GitHub - jankovicsandras/bm25opt: faster BM25 search algorithms in Python

BM25opt

faster BM25 search algorithms in Python

based on https://github.com/dorianbrown/rank_bm25 by Dorian Brown

Apache License, Version 2.0 http://www.apache.org/licenses/LICENSE-2.0

News:

1.1.0 supports updating the index with new add_documents(), delete_documents() and update_documents() functions, see Example 4

Usage:

Input:

corpus is a list of strings, e.g. [ 'bla bla bla', 'this is document two', ... ]
question is a string, e.g. 'which text contains the word two?'
optional arguments:
- algo : BM25 algorithm, the default is 'okapi'; 'l' and 'plus' available
- tokenizer_function : the default is tokenizer_default which is split-on-whitespace, lowercase, remove common punctiations
- idf_algo : default uses the same IDF as rank_bm25; values 'okapi', 'l' and 'plus' can override to fix dorianbrown/rank_bm25#35
- k1, b, epsilon, delta : constants with standard default values, see https://en.wikipedia.org/wiki/Okapi_BM25

Example 1:

This example uses the default tokenizer and the default BM25Okapi algorithm and returns the top 5 highest scoring document ids and scores.

# creating the index
bm25opt_index = BM25opt( corpus )

# search
results = bm25opt_index.topk( question, 5 )
print( 'results[0] id', results[0][0], 'results[0] score', results[0][1], 'results[0] document', corpus[ results[0][0] ] )

Example 2:

This example returns the list of document scores (order is the same as the document order in corpus), shows algoritm selection and custom tokenizer function.
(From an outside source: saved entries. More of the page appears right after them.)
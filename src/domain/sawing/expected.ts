import { estimateLog, type LogInput, measuringErrorIn, type MeasuredBy, withDiametersChanged } from '~/domain/timber/estimate.ts';
import type { Piece } from './pieces.ts';
import { sawPlan } from './saw-plan.ts';

/** What a bid's expected lumber needs to know of a mill. */
export interface MillAtWork {
  readonly kerfIn: number;
  readonly widestCutIn?: number | undefined;
  readonly widestBoardIn?: number | undefined;
  readonly longestFt?: number | undefined;
  readonly paceBfPerHour: number;
  /** Lumber really sawn over the plans' best; `FIRST_YIELD` until the mill has a record. */
  readonly realisedYield: number;
}

/** A size the landowner wants, green, and as it was written: a tally counts the written size. */
export interface WantedSize {
  readonly thicknessIn: number;
  readonly widthIn: number;
  readonly writtenThicknessIn?: number | undefined;
  readonly writtenWidthIn?: number | undefined;
}

/** What `expectedLumber` is asked. */
export interface LumberRequest {
  readonly logs: readonly LogInput[];
  readonly mill: MillAtWork;
  readonly wanted: readonly WantedSize[];
  readonly measuredBy: MeasuredBy;
}

/** So few logs without timbers are planned in some tens of milliseconds. */
const QUICK_LOGS = 6;
export const isQuick = ({ logs, wanted }: LumberRequest): boolean => logs.length <= QUICK_LOGS && wanted.every((size) => size.thicknessIn < TIMBER_IN);

export interface OverRange {
  readonly low: number;
  readonly expected: number;
  readonly high: number;
}

export interface Expected {
  /** Best possible lumber by the sawing plan, board feet of lumber tally, over the measuring error. */
  readonly best: OverRange;
  /** Best × the mill's realised yield. */
  readonly bf: OverRange;
  /** Hours of sawing at the mill's pace. */
  readonly hours: OverRange;
  /** How `bf` was found, for beside the figure: `plan × 0.85`. */
  readonly by: string;
}

/** Share of the plan that a mill is taken to yield before it has a record (common practice, no source). */
export const FIRST_YIELD = 0.85;
/** 4/4 boards sawn 1⅛ in green, so that they dress to thickness after drying (common practice, no source). */
export const GREEN_FOUR_QUARTER_IN = 1.125;
/** From here on a size counts as a timber, sawn to its own width. */
const TIMBER_IN = 3;
const MOST_SIZES = 4;
/** Bands looked at for a timber's cant: enough for an estimate, and a page with ten logs stays quick. */
const TIMBER_EFFORT = 12;

/**
 * Sizes to plan a log by: the wanted thicknesses in any width (timbers in their own), with 4/4 for what is left at the sides. A
 * board's worth is its board feet at nominal thickness, which is what a tally counts.
 */
export function sizesToPlan(logFt: number, wanted: readonly WantedSize[]): Piece[] {
  const whole = Math.floor(logFt);
  const lengthsFt = [whole, whole - 2, whole - 4].filter((feet, index) => feet >= 4 || index === 0);
  const jacket: Piece = { thicknessIn: GREEN_FOUR_QUARTER_IN, value: 1 / GREEN_FOUR_QUARTER_IN, lengthsFt };
  const keys = new Set<string>();
  const sizes = wanted.flatMap((size): Piece[] => {
    const timber = size.thicknessIn >= TIMBER_IN;
    const key = timber ? `${size.thicknessIn} ${size.widthIn}` : String(size.thicknessIn);
    if (keys.has(key) || keys.size >= MOST_SIZES || size.thicknessIn === GREEN_FOUR_QUARTER_IN) return [];
    keys.add(key);
    const { writtenThicknessIn = size.thicknessIn, writtenWidthIn = size.widthIn } = size;
    const value = (writtenThicknessIn / size.thicknessIn) * (timber ? writtenWidthIn / size.widthIn : 1);
    return [{ thicknessIn: size.thicknessIn, lengthsFt, value, ...(timber ? { widthIn: size.widthIn } : {}) }];
  });
  return [...sizes, jacket];
}

/**
 * Lumber that a mill is expected to saw from some logs, and the hours it takes: the best plan of each log on this mill (a live plan,
 * or round a cant when timbers are wanted), less what its defects take from its scale, times the mill's realised yield. The range
 * runs over the measuring error. Logs longer than the mill takes yield nothing.
 */
export function expectedLumber(logs: readonly LogInput[], mill: MillAtWork, wanted: readonly WantedSize[] = [], measuredBy: MeasuredBy = 'landowner'): Expected {
  const known = new Map<string, number>();
  const pattern = wanted.some((size) => size.thicknessIn >= TIMBER_IN) ? 'cant' : 'live';
  const planned = (log: LogInput): number => {
    const { smallEndIn, largeEndIn, lengthFt } = log;
    const key = `${smallEndIn} ${largeEndIn ?? ''} ${lengthFt}`;
    const found = known.get(key) ?? sawPlan({ log: { smallEndIn, largeEndIn, lengthFt }, mill, pattern, pieces: sizesToPlan(lengthFt, wanted), effort: TIMBER_EFFORT }).value;
    known.set(key, found);
    return found;
  };
  const soundShare = (log: LogInput): number => {
    const { boardFeet, netBoardFeet } = estimateLog(log);
    return boardFeet.internationalQuarter > 0 ? netBoardFeet.internationalQuarter / boardFeet.internationalQuarter : 1;
  };
  const bestAt = (byIn: number): number => logs.reduce((sum, log) => sum + planned(withDiametersChanged(log, byIn)) * soundShare(log), 0);
  const { less, more } = measuringErrorIn[measuredBy];
  const expected = bestAt(0);
  const best = { low: Math.min(expected, bestAt(-less)), expected, high: Math.max(expected, bestAt(more)) };
  const scaled = (range: OverRange, by: number): OverRange => ({ low: range.low * by, expected: range.expected * by, high: range.high * by });
  const bf = scaled(best, mill.realisedYield);
  return { best, bf, hours: scaled(bf, 1 / mill.paceBfPerHour), by: `plan × ${Math.round(mill.realisedYield * 100) / 100}` };
}
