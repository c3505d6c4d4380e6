import { blockedHalfWidth, type Stock, type ThicknessGroup } from './pieces.ts';
import { bestRow, centred, type RowBoard } from './row.ts';
import { halfChord, type Units } from './units.ts';

/**
 * Layers of boards stacked away from the pith. A layer lies at `at … at + thickness` along the stack; what it is worth depends
 * only on how far its outer edge (`far`) and its inner edge (`near`) are from the pith.
 */
export interface RowRule {
  /** The row's value, its boards too when `boards` is given. Never rises with `far`, never falls with `near`. */
  readonly value: (group: ThicknessGroup, far: Units, near: Units, boards?: RowBoard[]) => number;
}

const low: number[] = [];
const high: number[] = [];

/** Half of the gap that the heart (and at least a kerf) leaves in a row whose nearest edge is `near` from the pith; 0 when the row passes clear. */
export const heartGap = (stock: Stock, near: Units): Units =>
  near >= stock.heart ? 0 : Math.max(Math.ceil(stock.kerf / 2), Math.ceil(Math.sqrt(stock.heart ** 2 - near ** 2) - 1e-7));

/** Rows right across the log between `left` and `right`, on both sides of the heart when there is one to box out. */
export function acrossLog(stock: Stock, left = -Infinity, right = Infinity): RowRule {
  const part = (group: ThicknessGroup, far: Units, from: Units, to: Units, boards?: RowBoard[]): number => {
    stock.radiusSquared.forEach((radius, index) => {
      const half = halfChord(radius, far);
      low[index] = half < 0 ? 0 : Math.max(-half, from);
      high[index] = half < 0 ? -1 : Math.min(half, to);
    });
    if (!boards) return bestRow(group, low, high, stock.kerf);
    const row: RowBoard[] = [];
    const value = bestRow(group, low, high, stock.kerf, row);
    boards.push(...centred(row, high));
    return value;
  };
  return {
    value: (group, far, near, boards) => {
      const gap = heartGap(stock, near);
      if (gap === 0) return part(group, far, left, right, boards);
      if (left === -right && !boards) return 2 * part(group, far, gap, right);
      return part(group, far, left, -gap, boards) + part(group, far, gap, right, boards);
    },
  };
}

/** For one thickness: the value of a layer at each place from `first` on (the places below mirror them). */
interface LayerTable {
  readonly group: ThicknessGroup;
  readonly first: Units;
  readonly values: Float64Array;
}

function layerTable(stock: Stock, group: ThicknessGroup, rule: RowRule): LayerTable {
  const t = group.thickness;
  const first = Math.ceil(-t / 2);
  const size = Math.max(0, stock.reach - t - first + 1);
  const values = new Float64Array(size);
  const clear = Math.ceil(stock.heart);
  const worth = (far: Units, near: Units): number => rule.value(group, far, near);
  const nearOf = (at: Units): Units => Math.max(0, at);
  // Between two places whose best and worst cases agree, every place between has the same value.
  const fill = (from: Units, to: Units): void => {
    const best = worth(from + t, nearOf(to));
    const worst = from === to && from >= 0 ? best : worth(to + t, nearOf(from));
    if (best - worst < 1e-9) values.fill(worst, from - first, to - first + 1);
    else if (to - from > 0) {
      const middle = Math.floor((from + to) / 2);
      fill(from, middle);
      fill(middle + 1, to);
    }
  };
  // Clear of the heart the value only falls: the ends of a stretch are enough, and shared.
  const fall = (from: Units, atFrom: number, to: Units, atTo: number): void => {
    if (atFrom - atTo < 1e-9) values.fill(atTo, from - first, to - first + 1);
    else if (to - from <= 1) {
      values[from - first] = atFrom;
      values[to - first] = atTo;
    } else {
      const middle = Math.floor((from + to) / 2);
      const between = worth(middle + t, nearOf(middle));
      fall(from, atFrom, middle, between);
      fall(middle, between, to, atTo);
    }
  };
  const last = first + size - 1;
  const split = clear > 0 ? Math.min(clear, last + 1) : first;
  if (split > first) fill(first, split - 1);
  if (split <= last) fall(split, worth(split + t, nearOf(split)), last, worth(last + t, nearOf(last)));
  return { group, first, values };
}

/** A layer of a plan. */
export interface Layer {
  readonly group: ThicknessGroup;
  readonly at: Units;
}

/** How far a layer's outer and inner edges are from the pith. */
export function distances({ group, at }: Layer): { readonly far: Units; readonly near: Units } {
  const top = at + group.thickness;
  return { far: Math.max(Math.abs(at), Math.abs(top)), near: at <= 0 && top >= 0 ? 0 : Math.min(Math.abs(at), Math.abs(top)) };
}

/** The same layers on the other side of the pith. */
export const mirrored = (layers: readonly Layer[]): Layer[] => layers.map(({ group, at }) => ({ group, at: -at - group.thickness }));

/** The best stacks of layers above every height. */
export interface Stack {
  /** Best value of layers that begin at `from` or above (`from` in units from the pith; any number). */
  readonly above: (from: Units) => number;
  /** The layers of such a stack, lowest first. */
  readonly layers: (from: Units) => Layer[];
}

/**
 * Best stacks by dynamic programming over every unit of height: exact, gaps allowed.
 * Layers whose two cuts would be wider than the mill cuts (`blocked`) are left out.
 */
export function stackOf(stock: Stock, rule: RowRule, blocked: Units = blockedHalfWidth(stock)): Stack {
  const { reach, kerf } = stock;
  const tables = stock.groups.map((group) => layerTable(stock, group, rule));
  const best = new Float64Array(2 * reach + 2);
  const choice = new Int8Array(2 * reach + 2).fill(-1);
  // The loop below runs for every unit of height: each thickness's figures stand in plain arrays.
  const thickness = Int32Array.from(tables, ({ group }) => group.thickness);
  const firsts = Int32Array.from(tables, ({ first }) => first);
  const tablesOfValues = tables.map(({ values }) => values);
  const isPassing = (at: Units, t: Units): boolean => (at - kerf >= blocked || at <= -blocked) && (at + t >= blocked || at + t + kerf <= -blocked);
  for (let at = reach; at >= -reach; at--) {
    const here = at + reach;
    let most = best[here + 1] as number;
    let chosen = -1;
    for (let index = 0; index < tablesOfValues.length; index++) {
      const values = tablesOfValues[index] as Float64Array;
      const t = thickness[index] as number;
      const first = firsts[index] as number;
      const slot = at >= first ? at - first : -at - t - first;
      if (slot >= values.length) continue;
      const worth = values[slot] as number;
      if (worth <= 0) continue;
      const next = here + t + kerf;
      const sum = next > 2 * reach ? worth : worth + (best[next] as number);
      if (sum > most + 1e-9 && (blocked === 0 || isPassing(at, t))) {
        most = sum;
        chosen = index;
      }
    }
    choice[here] = chosen;
    best[here] = most;
  }
  const above = (from: Units): number => (from > reach ? 0 : (best[Math.max(0, Math.ceil(from) + reach)] as number));
  const layers = (from: Units): Layer[] => {
    const found: Layer[] = [];
    for (let at = Math.max(-reach, Math.ceil(from)); at <= reach; ) {
      const table = tables[choice[at + reach] as number];
      if (table) found.push({ group: table.group, at });
      at += table ? table.group.thickness + kerf : 1;
    }
    return blocked === 0 && stock.heart === 0 ? pulledTogether(found, from, kerf) : found;
  };
  return { above, layers };
}

/**
 * The same layers without wood left between them: all moved towards the one nearest the pith, and that one down to `from` where the
 * stack begins above the pith. Nearer the pith a layer holds no less.
 */
function pulledTogether(layers: readonly Layer[], from: Units, kerf: Units): Layer[] {
  const far = layers.map((layer) => distances(layer).far);
  const nearest = far.indexOf(Math.min(...far));
  const first = layers[nearest];
  if (!first) return [...layers];
  const moved = [...layers];
  moved[nearest] = from >= 0 ? { ...first, at: Math.ceil(from) } : first;
  for (let index = nearest + 1; index < moved.length; index++) {
    const [below, layer] = [moved[index - 1] as Layer, moved[index] as Layer];
    moved[index] = { ...layer, at: below.at + below.group.thickness + kerf };
  }
  for (let index = nearest - 1; index >= 0; index--) {
    const [above, layer] = [moved[index + 1] as Layer, moved[index] as Layer];
    moved[index] = { ...layer, at: above.at - kerf - layer.group.thickness };
  }
  return moved;
}

/** Moves a whole stack to the middle of its play, so that what is left over is shared by the slabs on both sides. */
export function centredStack(stock: Stock, rule: RowRule, layers: readonly Layer[]): readonly Layer[] {
  if (stock.heart > 0 || blockedHalfWidth(stock) > 0 || layers.length === 0) return layers;
  const worth = ({ group, at }: Layer): number => rule.value(group, distances({ group, at }).far, 0);
  const values = layers.map(worth);
  const holds = (shift: Units): boolean => layers.every((layer, index) => worth({ ...layer, at: layer.at + shift }) >= (values[index] as number) - 1e-9);
  const play = (direction: 1 | -1): Units => {
    let good = 0;
    for (let step = stock.reach; step >= 1; step = Math.floor(step / 2)) if (holds(direction * (good + step))) good += step;
    return good;
  };
  const shift = Math.floor((play(1) - play(-1)) / 2);
  return holds(shift) ? layers.map((layer) => ({ ...layer, at: layer.at + shift })) : layers;
}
bm25opt_index = BM25opt( corpus, algo='plus', tokenizer_function=some_tokenizer_function )
doc_scores = bm25opt_index.get_scores( question )

Example 3: comparison with rank_bm25

This example shows the score list and the similarity with rank_bm25, but NOTE: BM25opt input is not tokenized beforehand.

corpus = [ ... ]
question = '...'
tokenized_corpus = [ tokenizer_default(document) for document in corpus ]
tokenized_question = tokenizer_default( question )
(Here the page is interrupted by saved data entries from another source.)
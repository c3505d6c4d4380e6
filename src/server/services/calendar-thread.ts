import { parentPort } from 'node:worker_threads';
import type { Day } from '../../domain/time.ts';
import { busyDays } from '../../domain/trade/busy-days.ts';
import { Refusal } from '../errors.ts';
import { busySpans } from './read-calendar.ts';
import type { Answer } from './thread.ts';

/** A calendar to be read: the busy days from `first` to `last` on the sawyer's own clock. */
export interface CalendarToRead {
  readonly text: string;
  readonly zone: string;
  readonly first: Day;
  readonly last: Day;
  readonly leastHours: number;
}

/** Its busy days, or why it is no calendar. */
export type CalendarRead = { readonly days: readonly Day[] } | { readonly problem: string };

function read({ text, zone, first, last, leastHours }: CalendarToRead): CalendarRead {
  try {
    return { days: busyDays(busySpans(text, zone, first, last), zone, first, last, leastHours) };
  } catch (error) {
    if (error instanceof Refusal) return { problem: error.problems[0]?.message ?? error.message };
    throw error;
  }
}

parentPort?.on('message', ({ id, ...calendar }: CalendarToRead & { readonly id: number }) => {
  try {
    parentPort?.postMessage({ id, value: read(calendar) } satisfies Answer);
  } catch (error) {
    parentPort?.postMessage({ id, error: error instanceof Error ? (error.stack ?? error.message) : String(error) } satisfies Answer);
  }
});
rank_bm25_index = BM25Okapi( tokenized_corpus )
bm25opt_index = BM25opt( corpus, algo='okapi' )

rank_bm25_scores = rank_bm25_index.get_scores( tokenizedquestion )
bm25opt_scores = bm25opt_index.get_scores( question )
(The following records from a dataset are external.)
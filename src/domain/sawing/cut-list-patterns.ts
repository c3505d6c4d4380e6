import type { Board } from './board.ts';
import { areaBound } from './bound.ts';
import { QUICK } from './cant.ts';
import { greedyLayers } from './greedy.ts';
import type { CutListRequest, ListedShape } from './cut-list.ts';
import type { Demand } from './demand.ts';
import { cubicFeet, largeEnd, type LogShape, radiusAt } from './log-shape.ts';
import { type Piece, stockOf } from './pieces.ts';
import { type KindPlan, kindPlans, type PricedSize } from './kind-plans.ts';
import { type Pattern, sawPlan } from './saw-plan.ts';
import { hindrance, planFor, slabsIn } from './special-pieces.ts';
import type { Model, Solver } from './solver.ts';

/** Logs of one shape. */
export interface Shape {
  readonly log: LogShape;
  readonly ids: readonly string[];
  readonly cubicFeet: number;
  /** What the use of one counts: its cubic feet, unless the logs say otherwise. */
  readonly cost: number;
}

/** Shapes of which only so many logs may be used together. */
export interface Limit {
  readonly shapes: readonly number[];
  readonly most: number;
}

/** A plan for logs of one shape: how many of each size it gives. */
export interface Made {
  readonly shape: number;
  readonly pattern: Pattern;
  readonly boards: readonly Board[];
  readonly counts: readonly number[];
}

/** At some prices of the sizes, what a log of each shape is worth at most, whatever its plan. */
export interface Worth {
  readonly prices: readonly number[];
  readonly most: readonly number[];
}

/** Bands looked at for a cant while pricing: the list is made by many plans, no single one has to be the best there is. */
const PRICING_EFFORT = 24;
/** Shapes whose larger neighbours may take over their plans. */
const NEIGHBOURS = 6;
const TINY = 1e-7;

/** All plans made so far for the logs of a cut list, and what bounds them. */
export class Pool {
  readonly shapes: readonly Shape[];
  /** Beside each shape's own number of logs. */
  readonly limits: readonly Limit[];
  readonly made: Made[] = [];
  readonly worths: Worth[] = [];
  /** Most of each size that one log of each shape gives. */
  readonly mostOf: number[][];
  private readonly known = new Set<string>();
  private readonly special: boolean;
  /** What one log was planned to, for logs of one stem that have the same shape. */
  private readonly plannedAt = new Map<string, { readonly plans: readonly KindPlan[]; readonly bound: number }>();

  constructor(
    private readonly request: CutListRequest,
    readonly demand: readonly Demand[],
  ) {
    const { mill } = request;
    const { together = [] } = request;
    const byShape = new Map<string, { log: ListedShape; ids: string[] }>();
    for (const log of request.logs) {
      if (mill.longestFt !== undefined && log.lengthFt > mill.longestFt + 1e-9) continue;
      const key = together.length > 0 ? log.id : `${log.smallEndIn} ${largeEnd(log)} ${log.lengthFt} ${log.heartDefectIn ?? 0} ${log.cost ?? ''}`;
      const same = byShape.get(key) ?? { log, ids: [] };
      same.ids.push(log.id);
      byShape.set(key, same);
    }
    this.shapes = [...byShape.values()]
      .map(({ log: { smallEndIn, largeEndIn, lengthFt, heartDefectIn, cost }, ids }) => {
        const log = { smallEndIn, largeEndIn, lengthFt, heartDefectIn };
        return { log, ids, cubicFeet: cubicFeet(log), cost: cost ?? cubicFeet(log) };
      })
      .sort((a, b) => b.cubicFeet - a.cubicFeet);
    const places = new Map(this.shapes.flatMap(({ ids }, shape) => ids.map((id) => [id, shape] as const)));
    this.limits = together.map(({ ids, most }) => ({ shapes: ids.flatMap((id) => places.get(id) ?? []), most }));
    this.special = demand.some(({ kind }) => kind !== 'board');
    this.mostOf = this.shapes.map(({ log }) => demand.map((size, index) => Math.min(size.count, this.mostIn(log, size, index))));
  }

  /** The most of one size that a log gives: timbers round the heart and slabs are counted, of others no more than their area allows. */
  private mostIn(log: LogShape, size: Demand, index: number): number {
    const { mill, waneAllowanceIn } = this.request;
    if (size.kind === 'slab') return slabsIn(log, mill, size).length;
    if (size.kind === 'boxed-heart') return planFor(log, mill, size, 1).boards.length;
    if (size.kind === 'free-of-heart' && hindrance(log, mill, size) !== null) return 0;
    return Math.floor(areaBound(stockOf(log, mill, this.pieces().slice(index, index + 1), waneAllowanceIn)) / size.boardFeet + TINY);
  }

  /** Counts the timbers free of heart centre that a log gives by a plan of them alone, while there is time. */
  sharpen(time: () => boolean): void {
    const { mill, waneAllowanceIn, pattern = 'best' } = this.request;
    this.shapes.forEach(({ log }, shape) => {
      const most = this.mostOf[shape] ?? [];
      this.demand.forEach(({ kind, count, boardFeet }, index) => {
        if (kind !== 'free-of-heart' || (most[index] ?? 0) === 0 || !time()) return;
        const sizes = this.pieces(this.demand.map((_, size) => (size === index ? boardFeet : 0)));
        const { bound } = kindPlans({ log, mill, pattern: pattern === 'quartersawn' ? 'cant' : pattern, sizes, waneAllowanceIn, effort: PRICING_EFFORT });
        most[index] = Math.min(count, most[index] ?? 0, Math.floor(bound / boardFeet + TINY));
      });
    });
  }

  private pieces(prices?: readonly number[]): PricedSize[] {
    return this.demand.map(({ kind, thicknessIn, widthIn, lengthFt, boardFeet }, index) => ({ kind, thicknessIn, widthIn, lengthFt, value: (prices?.[index] ?? boardFeet) / boardFeet }));
  }

  private add(shape: number, pattern: Pattern, boards: readonly Board[]): boolean {
    const counts = this.demand.map(() => 0);
    for (const board of boards) counts[board.piece] = (counts[board.piece] ?? 0) + 1;
    const key = `${shape} ${counts.join(' ')}`;
    if (boards.length === 0 || this.known.has(key)) return false;
    this.known.add(key);
    this.made.push({ shape, pattern, boards, counts });
    return true;
  }

  /**
   * Plans every shape at the prices of one piece of each size, the largest shapes first, until `time` is over; the rest are filled in
   * plain layers. @returns whether a new plan was found.
   */
  planAt(prices: readonly number[], time: () => boolean): boolean {
    const { mill, pattern = 'best', waneAllowanceIn } = this.request;
    const wanted = this.pieces(prices).map((piece, index) => ((prices[index] ?? 0) > TINY ? piece : { ...piece, value: 0 }));
    let found = false;
    this.plannedAt.clear();
    const most = this.shapes.map(({ log }, shape) => {
      const each = (this.mostOf[shape] ?? []).reduce((sum, count, size) => sum + count * (prices[size] ?? 0), 0);
      if (!time()) {
        const stock = stockOf(log, mill, wanted, waneAllowanceIn);
        if (pattern !== 'quartersawn') found = this.add(shape, pattern === 'cant' ? 'cant' : 'live', greedyLayers(stockOf(log, mill, boardsAmong(wanted), waneAllowanceIn))) || found;
        if (this.special) found = this.addSpecial(shape, wanted) || found;
        return Math.min(each, areaBound(stock));
      }
      const key = JSON.stringify(log);
      const { plans, bound } = this.plannedAt.get(key) ?? kindPlans({ log, mill, pattern, sizes: wanted, waneAllowanceIn, effort: PRICING_EFFORT });
      this.plannedAt.set(key, { plans, bound });
      for (const plan of plans) found = this.add(shape, plan.pattern, plan.boards) || found;
      return Math.min(each, bound);
    });
    this.worths.push({ prices, most });
    this.takeOver();
    return found;
  }

  /** Timbers and slabs that have a log for themselves, of every size that is worth something: quick, for when there is no more time. */
  private addSpecial(shape: number, wanted: readonly PricedSize[]): boolean {
    const { mill } = this.request;
    const { log } = this.shapes[shape] as Shape;
    return this.demand.reduce((found, size, index) => {
      if (size.kind === 'board' || size.kind === 'free-of-heart' || (wanted[index]?.value ?? 0) <= 0) return found;
      const plan = planFor(log, mill, size, size.count);
      return this.add(shape, plan.pattern, plan.boards.map((board) => ({ ...board, piece: index }))) || found;
    }, false);
  }

  /** Plans log after log for what is then still wanted, the largest first: a whole answer that keeps to the counts. */
  planOneByOne(time: () => boolean): void {
    const { mill, pattern = 'best', waneAllowanceIn } = this.request;
    for (const order of [this.shapes.map((_, index) => index), this.shapes.map((_, index) => index).reverse()]) {
      const left = this.demand.map(({ count, kind }) => (kind === 'board' ? count : 0));
      for (const shape of order) {
        const { log, ids } = this.shapes[shape] as Shape;
        for (const _ of ids) {
          if (left.every((count) => count <= 0)) break;
          const pieces = this.pieces().map((piece, index): Piece => ({ ...piece, count: left[index] ?? 0 }));
          const few = time() && (this.request.logs.length <= 12 || pattern === 'quartersawn');
          const plan = few ? sawPlan({ log, mill, pattern, pieces, waneAllowanceIn, effort: QUICK }) : { pattern: pattern === 'cant' ? ('cant' as const) : ('live' as const), boards: greedyLayers(stockOf(log, mill, pieces, waneAllowanceIn)) };
          this.add(shape, plan.pattern, plan.boards);
          for (const board of plan.boards) left[board.piece] = (left[board.piece] ?? 0) - 1;
        }
      }
    }
  }

  /** A plan of a smaller log lies in a larger one as well: its boards reach the large end there too. */
  private takeOver(): void {
    const { mill, waneAllowanceIn = 0 } = this.request;
    for (const { shape, pattern, boards } of [...this.made]) {
      // A slab is as wide as its own log.
      if (boards.some(({ piece }) => this.demand[piece]?.kind === 'slab')) continue;
      for (let larger = shape - 1; larger >= Math.max(0, shape - NEIGHBOURS); larger--) {
        const { log } = this.shapes[larger] as Shape;
        if (mill.widestCutIn !== undefined && mill.widestCutIn < largeEnd(log)) continue;
        if ((log.heartDefectIn ?? 0) > (this.shapes[shape]?.log.heartDefectIn ?? 0)) continue;
        const fits = boards.every((board) => board.lengthFt <= log.lengthFt + 1e-9 && reachOf(board) <= radiusAt(log, Math.max(0, log.lengthFt - board.lengthFt)) + waneAllowanceIn + 1e-9);
        if (fits) this.add(larger, pattern, boards.map((board) => ({ ...board, startFt: Math.max(0, log.lengthFt - board.lengthFt) })));
      }
    }
  }

  /** What one more piece of each size is worth while logs are taken in fractions: the next round plans at these prices. */
  pricesBy(solve: Solver, seconds: number): readonly number[] | null {
    const solution = solve(this.model(false, (_, index) => this.demand[index]?.boardFeet ?? 0, (cost) => cost * VOLUME_WEIGHT), seconds);
    if (!solution) return null;
    return this.demand.map((_, index) => Math.max(0, solution.prices[index] ?? 0));
  }

  /**
   * The choice of plans as a model: columns are the plans made, then what is short of each size.
   * @param shortCost of one piece of a size. @param logCost of the use of a log that counts so much.
   */
  model(whole: boolean, shortCost: (count: number, index: number) => number, logCost: (cost: number) => number): Model {
    const { made, demand, shapes, limits } = this;
    return {
      columns: [
        ...made.map(({ shape }) => ({ cost: logCost(shapes[shape]?.cost ?? 0), most: shapes[shape]?.ids.length ?? 0, whole })),
        ...demand.map(({ count }, index) => ({ cost: shortCost(count, index), most: count, whole })),
      ],
      rows: [
        ...demand.map(({ count }, size) => ({
          terms: [...made.flatMap(({ counts }, column) => ((counts[size] ?? 0) > 0 ? [[column, counts[size] ?? 0] as const] : [])), [made.length + size, 1] as const],
          sign: '>=' as const,
          rest: count,
        })),
        ...shapes.flatMap(({ ids }, shape) => {
          const terms = made.flatMap((plan, column) => (plan.shape === shape ? [[column, 1] as const] : []));
          return terms.length > 0 ? [{ terms, sign: '<=' as const, rest: ids.length }] : [];
        }),
        ...limits.flatMap(({ shapes: limited, most }) => {
          const terms = made.flatMap(({ shape }, column) => (limited.includes(shape) ? [[column, 1] as const] : []));
          return terms.length > 0 ? [{ terms, sign: '<=' as const, rest: most }] : [];
        }),
      ],
    };
  }
}

/** Cost of a cubic foot of log beside that of a board foot short, while pricing: enough to prefer full logs, too little to leave a piece short. */
export const VOLUME_WEIGHT = 1e-3;

/** How far a board's farthest corner is from the pith, in. */
function reachOf({ xIn, yIn, widthIn, thicknessIn, turned }: Board): number {
  const [wide, high] = turned ? [thicknessIn, widthIn] : [widthIn, thicknessIn];
  return Math.hypot(Math.max(Math.abs(xIn), Math.abs(xIn + wide)), Math.max(Math.abs(yIn), Math.abs(yIn + high)));
}

/** The boards among some sizes; timbers and slabs are not to be cut. */
const boardsAmong = (sizes: readonly PricedSize[]): Piece[] => sizes.map(({ kind, ...size }) => (kind === 'board' ? size : { ...size, count: 0 }));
Example 4: updating the index

# creating the index
bm25opt_index = BM25opt( corpus )

# add new documents
bm25opt_index.add_documents( corpus2 ) 

# delete from the index
delete_ids = [ 1, 3, 5 ] # list of document ids (indices in corpus) to delete from the index
bm25opt_index.delete_documents( delete_ids )

# in-place update changed documents in the index
update_ids = [ 1, 3, 5 ] # list of document ids (indices in corpus) to change
updated_documents = [ 'first changed document', 'second changed document', ... ]
bm25opt_index.update_documents( update_ids, updated_documents )

Notes:

This is an optimized variant of rank_bm25 where the key insight is that we can calculate almost everything at index creation time in __init__() , resulting a words * documents-score dict, e.g.

wsmap = {
  'word1': [ word1_doc1_score, word1_doc2_score, ... ],
  'word2': [ word2_doc1_score, word2_doc2_score, ... ],
  ...
}

then the query function is just adding the score lists for each word in the question, e.g.

question = 'word1 word2'
doc_scores = [ wsmap['word1'][0] + wsmap['word2'][0], wsmap['word1'][1] + wsmap['word2'][1], ... ]

Another important change is the un-tokenized inputs and registration of the tokenizer function, which is important to avoid situations where the corpus would be tokenized with a different function than the queries later. A simple tokenizer_default() function is provided as a default.